My fear is that through a clumsy action, we have created the Hydra. The unintended consequences might be increased recruitment to terrorist camps. Perhaps a CIA 'splinter cell' type assassination was not possible ... the silent disappearance of al-Zarqawi. But will the photos of his corpse on the front page of every newspaper and website reduce recruitment, or enflame it?


----------



## MJS (Jun 9, 2006)

michaeledward said:
			
		

> Mike, thank you for your thoughtful participation. I've said it before, here in the study, all of our opinions can carry equal weight, whereas, in discussions about kenpo, your years of training, trump my relatively new status in the art.


 
Thanks for the compliment.:asian: And as far as your comment regarding Kenpo, IMHO, I feel that just because someone may not be as highly ranked or have as many years in as some, that does not mean that their opinion holds less weight. I've had some good discussion with you in the Kenpo area and you've brought up some very good points.

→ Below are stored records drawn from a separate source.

fn write_files(a: &Args, totals: &LifeTotals, usage: &Usage) -> Result<(), Error> {
    if let Some(path) = &a.matrix {
        write_atomic(path, |w| {
            totals.write_matrix(w).map_err(|e| io_error(path, e))
        })?;
    }
    if let Some(path) = &a.exceedance {
        write_atomic(path, |w| {
            totals
                .write_exceedance(usage, w)
                .map_err(|e| io_error(path, e))
        })?;
    }
    if let Some(path) = &a.crossings {
        write_atomic(path, |w| {
            totals.write_crossings(w).map_err(|e| io_error(path, e))
        })?;
    }
    Ok(())
}

fn print_shard(a: &Args, bounds: (usize, usize), total: usize) -> Result<(), Error> {
    let out = ShardOutput {
        partial: a
            .partial
            .as_ref()
            .map(|p| p.display().to_string())
            .unwrap_or_default(),
        shard: format!("{}/{}", a.shard.index, a.shard.count),
        cases: [bounds.0, bounds.1],
        cases_total: total,
    };
    if a.json {
        print_stdout(&json_line(&out, "shard summary")?)?;
    } else {
        print_stdout(&format!(
            "shard {}: runs {}..{} of {} written to {} (combine every shard's file with --combine)\n",
            out.shard, bounds.0, bounds.1, total, out.partial
        ))?;
    }
    Ok(())
}

fn render(r: &LifeReport) -> String {
    let mut out = format!(
        "{}: a life of {} km, {} runs over {} km of road; residue: {}\n\n",
        r.title.clone().unwrap_or_else(|| r.usage.clone()),
        sig(r.target_km, 6),
        r.cases,
        sig(r.simulated_km, 4),
        if r.residue == "half" {
            "half cycles (ASTM E1049-85)"
        } else {
            "closed as for a repeating road"
        }
    );
    out.push_str(&render_parts(r));
    out.push_str(&render_loads(r));
    out.push_str(&render_shares(r));
    out.push_str(&render_times(r));
    out.push_str(&render_seats(r));
    out
}

fn render_parts(r: &LifeReport) -> String {
    let mut t = Table::new("Parts of the life").with_header([
        "part",
        "share",
        "km",
        "vehicle",
        "road (class)",
        "speeds",
        "runs",
        "simulated km",
    ]);
    for p in &r.parts {
        let road = match &p.road {
            roughride::lifetime::spectra::RoadReport::Class {
                class,
                seeds,
                length_m,
                ..
            } => format!("{class}, {seeds} × {} m", sig(*length_m, 4)),
            roughride::lifetime::spectra::RoadReport::Profiles { profiles } => profiles.join(" "),
        };
        let speeds = p
            .speeds
            .iter()
            .map(|s| {
                if p.speeds.len() == 1 {
                    s.speed.clone()
                } else {
                    format!("{} ({})", s.speed, sig(s.share, 3))
                }
            })
            .collect::<Vec<_>>()
            .join(", ");
        t.row([
            p.name.clone(),
            sig(p.share, 4),
            sig(p.km, 6),
            // The file name alone keeps the table narrow; the JSON has the path.
            std::path::Path::new(&p.vehicle)
                .file_name()
                .map_or_else(|| p.vehicle.clone(), |n| n.to_string_lossy().into_owned()),
            road,
            speeds,
            p.cases.to_string(),
            sig(p.simulated_km, 4),
        ]);
    }
    t.render() + "\n"
}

> I would suggest that we citizens have, at some level, a responsibility to have an opinion on the subject of 'target assassinations' (or rendering of prisons to other states ... or detentions without council ... or aggressive interrogation methos ... or torture). Because in our country, the military is governed by civilians. The Secretary of Defense is a civilian, and he answers to the President, who is also a civilian. Thus, if the military types take actions with which we in the populace do not agree, we have the opportunity to alter the leadership of that organization. In the 2004 election, Guantano Bay was not an unknown, nor the detention of Jose Padilla. But the majority of citizens (apparently) choose to keep the government that undertook these actions. It seems to me the action of a fearful nation ... but we've had that discussion elsewhere.


 
Well, I'd think that just like when a town or city wants to do something that could possibly raise taxes, the citizens of that town/city have a vote. I'm sure if it came to a poll or vote on whether or not to use these types of attacks, we'd certainly see some interesting replies. Then again, would the votes really matter? We've seen countless polls on the war and after how many years, we're still there. 



> But, if the terrorists move and hide and communicate in obscure ways, is the military the correct instrument to catch, detain, or kill them? If we were to decide that 'targeted assassinations' were an appropriate policy for combating terrorists, the next question becomes, is a laser guided 500 pound bomb the correct tool to execute that policy? How has this policy worked for Israel?


 
If I recall correctly, didn't Israel use a unmanned drone to target the caravan of cars carrying some leader of some org.? Personally, off the top of my head, I can't really think of another solution. I suppose someone could join the terror group, on hopes of assassinating some of the top guys, but I doubt a low level terrorist would be able to get close enough to the top guys to do such a thing. Could the ground troops have stormed the safe house? Possibly, but that could have ended up in a big fire fight, with the potential for more troop loss as well as the possible escape of the target. 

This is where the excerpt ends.